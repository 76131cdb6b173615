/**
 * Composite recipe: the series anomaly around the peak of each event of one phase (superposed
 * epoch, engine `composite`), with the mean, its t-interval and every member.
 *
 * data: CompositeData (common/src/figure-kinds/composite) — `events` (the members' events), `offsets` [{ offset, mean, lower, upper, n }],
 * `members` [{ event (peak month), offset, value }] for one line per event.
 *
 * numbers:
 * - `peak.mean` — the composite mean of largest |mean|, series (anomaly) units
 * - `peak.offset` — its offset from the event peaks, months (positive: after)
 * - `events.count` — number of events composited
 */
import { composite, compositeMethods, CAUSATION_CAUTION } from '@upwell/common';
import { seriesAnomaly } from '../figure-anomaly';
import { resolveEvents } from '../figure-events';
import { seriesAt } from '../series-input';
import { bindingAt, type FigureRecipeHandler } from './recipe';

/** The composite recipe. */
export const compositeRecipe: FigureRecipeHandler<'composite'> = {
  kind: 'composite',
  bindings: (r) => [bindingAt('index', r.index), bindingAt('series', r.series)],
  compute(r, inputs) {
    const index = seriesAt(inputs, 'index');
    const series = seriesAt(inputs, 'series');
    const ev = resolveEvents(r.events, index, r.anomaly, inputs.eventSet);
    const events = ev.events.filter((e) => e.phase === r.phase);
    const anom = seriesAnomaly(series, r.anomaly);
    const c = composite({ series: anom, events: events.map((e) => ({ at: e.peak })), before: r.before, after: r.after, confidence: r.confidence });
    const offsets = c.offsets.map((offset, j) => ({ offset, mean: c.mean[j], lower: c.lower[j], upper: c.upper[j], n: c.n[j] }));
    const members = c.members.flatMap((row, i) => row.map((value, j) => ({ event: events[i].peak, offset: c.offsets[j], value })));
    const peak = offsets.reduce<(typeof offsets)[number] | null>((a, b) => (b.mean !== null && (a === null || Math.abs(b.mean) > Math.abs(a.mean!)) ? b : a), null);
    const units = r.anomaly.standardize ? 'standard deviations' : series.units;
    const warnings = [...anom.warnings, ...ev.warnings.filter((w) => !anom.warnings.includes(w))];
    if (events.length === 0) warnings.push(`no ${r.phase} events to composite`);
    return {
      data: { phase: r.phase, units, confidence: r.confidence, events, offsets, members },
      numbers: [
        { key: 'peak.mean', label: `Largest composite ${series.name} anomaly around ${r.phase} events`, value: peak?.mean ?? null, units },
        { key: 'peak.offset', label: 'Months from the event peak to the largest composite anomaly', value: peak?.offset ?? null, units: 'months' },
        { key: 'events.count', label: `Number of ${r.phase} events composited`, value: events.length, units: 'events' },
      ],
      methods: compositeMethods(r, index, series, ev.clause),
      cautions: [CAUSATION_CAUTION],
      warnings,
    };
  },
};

-- -- --

» **Aim of the task**
Without leaving anything out, give the entries again exactly.

» **Result of the task**
repository 76131cdb6b173615
/**
 * Composite recipe: the series anomaly around the peak of each event of one phase (superposed
 * epoch, engine `composite`), with the mean, its t-interval and every member.
 *
 * data: CompositeData (common/src/figure-kinds/composite) — `events` (the members' events), `offsets` [{ offset, mean, lower, upper, n }],
 * `members` [{ event (peak month), offset, value }] for one line per event.
 *
 * numbers:
 * - `peak.mean` — the composite mean of largest |mean|, series (anomaly) units
 * - `peak.offset` — its offset from the event peaks, months (positive: after)
 * - `events.count` — number of events composited
 */
import { composite, compositeMethods, CAUSATION_CAUTION } from '@upwell/common';
import { seriesAnomaly } from '../figure-anomaly';
import { resolveEvents } from '../figure-events';
import { seriesAt } from '../series-input';
import { bindingAt, type FigureRecipeHandler } from './recipe';

/** The composite recipe. */
export const compositeRecipe: FigureRecipeHandler<'composite'> = {
  kind: 'composite',
  bindings: (r) => [bindingAt('index', r.index), bindingAt('series', r.series)],
  compute(r, inputs) {
    const index = seriesAt(inputs, 'index');
    const series = seriesAt(inputs, 'series');
    const ev = resolveEvents(r.events, index, r.anomaly, inputs.eventSet);
    const events = ev.events.filter((e) => e.phase === r.phase);
    const anom = seriesAnomaly(series, r.anomaly);
    const c = composite({ series: anom, events: events.map((e) => ({ at: e.peak })), before: r.before, after: r.after, confidence: r.confidence });
    const offsets = c.offsets.map((offset, j) => ({ offset, mean: c.mean[j], lower: c.lower[j], upper: c.upper[j], n: c.n[j] }));
    const members = c.members.flatMap((row, i) => row.map((value, j) => ({ event: events[i].peak, offset: c.offsets[j], value })));
    const peak = offsets.reduce<(typeof offsets)[number] | null>((a, b) => (b.mean !== null && (a === null || Math.abs(b.mean) > Math.abs(a.mean!)) ? b : a), null);
    const units = r.anomaly.standardize ? 'standard deviations' : series.units;
    const warnings = [...anom.warnings, ...ev.warnings.filter((w) => !anom.warnings.includes(w))];
    if (events.length === 0) warnings.push(`no ${r.phase} events to composite`);
    return {
      data: { phase: r.phase, units, confidence: r.confidence, events, offsets, members },
      numbers: [
        { key: 'peak.mean', label: `Largest composite ${series.name} anomaly around ${r.phase} events`, value: peak?.mean ?? null, units },
        { key: 'peak.offset', label: 'Months from the event peak to the largest composite anomaly', value: peak?.offset ?? null, units: 'months' },
        { key: 'events.count', label: `Number of ${r.phase} events composited`, value: events.length, units: 'events' },
      ],
      methods: compositeMethods(r, index, series, ev.clause),
      cautions: [CAUSATION_CAUTION],
      warnings,
    };
  },
};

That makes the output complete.